[Stored items]
****************

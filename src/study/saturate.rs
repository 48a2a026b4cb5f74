//! Inductance against current: one mesh, points where the curve bends, currents at which the inductance has fallen.
//!
//! One adaptive run at the highest current gives the mesh; a point whose interval is too wide there refines it, and all
//! rows are solved again. The points are warm-started solves, each with its own guaranteed coenergy. All currents scale with that of
//! the first winding that carries some.

mod bench;
mod place;
#[cfg(test)]
mod tests;

use super::StudyError;
use crate::geometry::Outline;
use crate::model::Model;
use crate::results::linkage::unit_density;
use crate::results::{Guaranteed, RequirementResult, check_requirements, single_carrier};
use crate::units::{Ampere, Henry, Joule, Tesla, Weber};
use bench::Bench;

/// What is wanted.
#[derive(Debug, Clone, Copy, PartialEq)]
pub struct Wish {
    /// Highest current of the scaled winding [A], > 0.
    pub to: Ampere,
    /// Rows, that of I → 0 included; at least 3.
    pub n_points: usize,
}

/// One point of the curve.
#[derive(Debug, Clone, PartialEq)]
pub struct Row {
    /// Current of the scaled winding, counted in the sense it has in the sheet.
    pub current: Ampere,
    /// Flux linkage of that winding.
    pub flux_linkage: Weber,
    /// Guaranteed ends by convexity of the coenergy; `None` when several windings carry current.
    pub flux_linkage_ends: Option<[Weber; 2]>,
    /// λ/I; the limit in the row of I → 0.
    pub apparent: Henry,
    /// dλ/dI, all currents scaled together.
    pub incremental: Henry,
    /// ½LI² with the apparent inductance.
    pub half_square: Joule,
    pub coenergy: Guaranteed,
    /// Flux density that 5 % of each part's volume exceed, in the order of [`Saturation::parts`].
    pub exceeded: Vec<Tesla>,
    pub n_unknowns: usize,
    pub n_newton_steps: usize,
}

/// Where the incremental inductance has fallen by a share of its value at I → 0.
#[derive(Debug, Clone, Copy, PartialEq)]
pub struct Fall {
    pub share: f64,
    /// `None` where it does not fall so far up to the highest current.
    pub current: Option<Ampere>,
}

/// Shares for which [`Fall`] is told.
pub const FALLS: [f64; 4] = [0.1, 0.2, 0.3, 0.5];

/// What the study used.
#[derive(Debug, Clone, Copy, PartialEq, Default)]
pub struct Work {
    pub n_solves: usize,
    pub n_newton_steps: usize,
    pub n_cg_iterations: usize,
    /// Meshes tried: 1 when that of the highest current served all rows.
    pub n_meshes: usize,
}

/// The whole table.
#[derive(Debug, Clone, PartialEq)]
pub struct Saturation {
    pub title: String,
    /// The winding whose current is scaled.
    pub winding: String,
    /// Names of the parts, in the order of [`Row::exceeded`].
    pub parts: Vec<String>,
    /// By rising current, the first at I → 0.
    pub rows: Vec<Row>,
    pub falls: Vec<Fall>,
    pub requirements: Vec<RequirementResult>,
    /// Wanted relative width of the coenergy; `reached` tells whether every row got there.
    pub wanted: f64,
    pub reached: bool,
    pub work: Work,
    pub notes: Vec<String>,
}

/// The table of `model` up to `wish.to`; `progress` sees (finished, wanted) rows.
pub fn saturate(
    model: &Model,
    outline: &Outline,
    wish: &Wish,
    progress: &mut dyn FnMut(usize, usize),
) -> Result<Saturation, StudyError> {
    let w = scaled_winding(model).ok_or(StudyError::NoCurrent)?;
    let mut bench = Bench::new(model, outline, w, wish.to)?;
    let mut points = place::rows(&mut bench, wish, progress)?;
    bench.linkage_ends(&mut points)?;
    let falls = place::falls(&mut bench, &points)?;
    if !model.requirements.is_empty() {
        // The promises start from the sheet's own field.
        bench.move_to(model.windings[w].current.abs())?;
    }
    let (requirements, mut notes) = check_requirements(model, outline, &mut bench.outcome)
        .map_err(|source| StudyError::Solve { current: bench.current, source })?;
    notes.extend(self::notes(model, w, &points));
    Ok(Saturation {
        title: model.title.clone(),
        winding: model.windings[w].name.clone(),
        parts: bench.part_names(),
        reached: points
            .iter()
            .all(|row| is_narrow(row.coenergy.low, row.coenergy.high, model.accuracy.interval)),
        rows: points,
        falls,
        requirements,
        wanted: model.accuracy.interval,
        work: bench.work,
        notes,
    })
}

/// The first winding that carries current in the sheet.
fn scaled_winding(model: &Model) -> Option<usize> {
    model.windings.iter().position(|winding| winding.current != 0.0)
}

/// Is (high − low) at most the wanted share of the middle?
fn is_narrow(low: Joule, high: Joule, wanted: f64) -> bool {
    high - low <= wanted * 0.5 * (low + high)
}

fn notes(model: &Model, w: usize, rows: &[Row]) -> Vec<String> {
    let mut notes = vec![
        "guaranteed are the ends of the coenergy and those of the flux linkage, which follow from its convexity; \
         flux linkage and inductances themselves are best values with an error of about the coenergy's relative width \
         (estimated)"
            .to_string(),
    ];
    if single_carrier(model).is_none() {
        notes.push(format!(
            "several windings carry current and all scale together: the inductances are flux linkage of {0} over its \
             own current and its slope along that scale; the flux linkage has no guaranteed ends",
            model.windings[w].name
        ));
    }
    if rows.windows(2).any(|pair| pair[0].n_unknowns != pair[1].n_unknowns) {
        notes.push(
            "the rows stand on different meshes, so that differences between them hold part of the discretisation \
             error; the column of unknowns tells them apart"
                .to_string(),
        );
    }
    for material in &model.materials {
        if let Some((_, b_last)) = material.law.last_point() {
            let is_beyond = rows.last().is_some_and(|r| r.exceeded.iter().any(|b| b_last < *b));
            if is_beyond {
                notes.push(format!(
                    "at the highest current parts lie beyond the last point of `{}` ({b_last} T), where the law is an \
                     assumption: slope of air",
                    material.name
                ));
            }
        }
    }
    notes
}

/// Density of each region for 1 A in winding w with all others scaled along, and for w alone.
fn densities(model: &Model, outline: &Outline, w: usize) -> [Vec<f64>; 2] {
    let size = model.windings[w].current.abs();
    let along = outline.regions.iter().map(|r| r.current_density / size).collect();
    // λ is counted in the sense of the current.
    let sense = model.windings[w].current.signum();
    let alone = unit_density(model, outline, w).into_iter().map(|j| sense * j).collect();
    [along, alone]
}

****************

TASK DETAILS:
Show all lines from the entries that hold "together".

RESULT OF THIS EXERCISE:
    /// dλ/dI, all currents scaled together.
            "several windings carry current and all scale together: the inductances are flux linkage of {0} over its \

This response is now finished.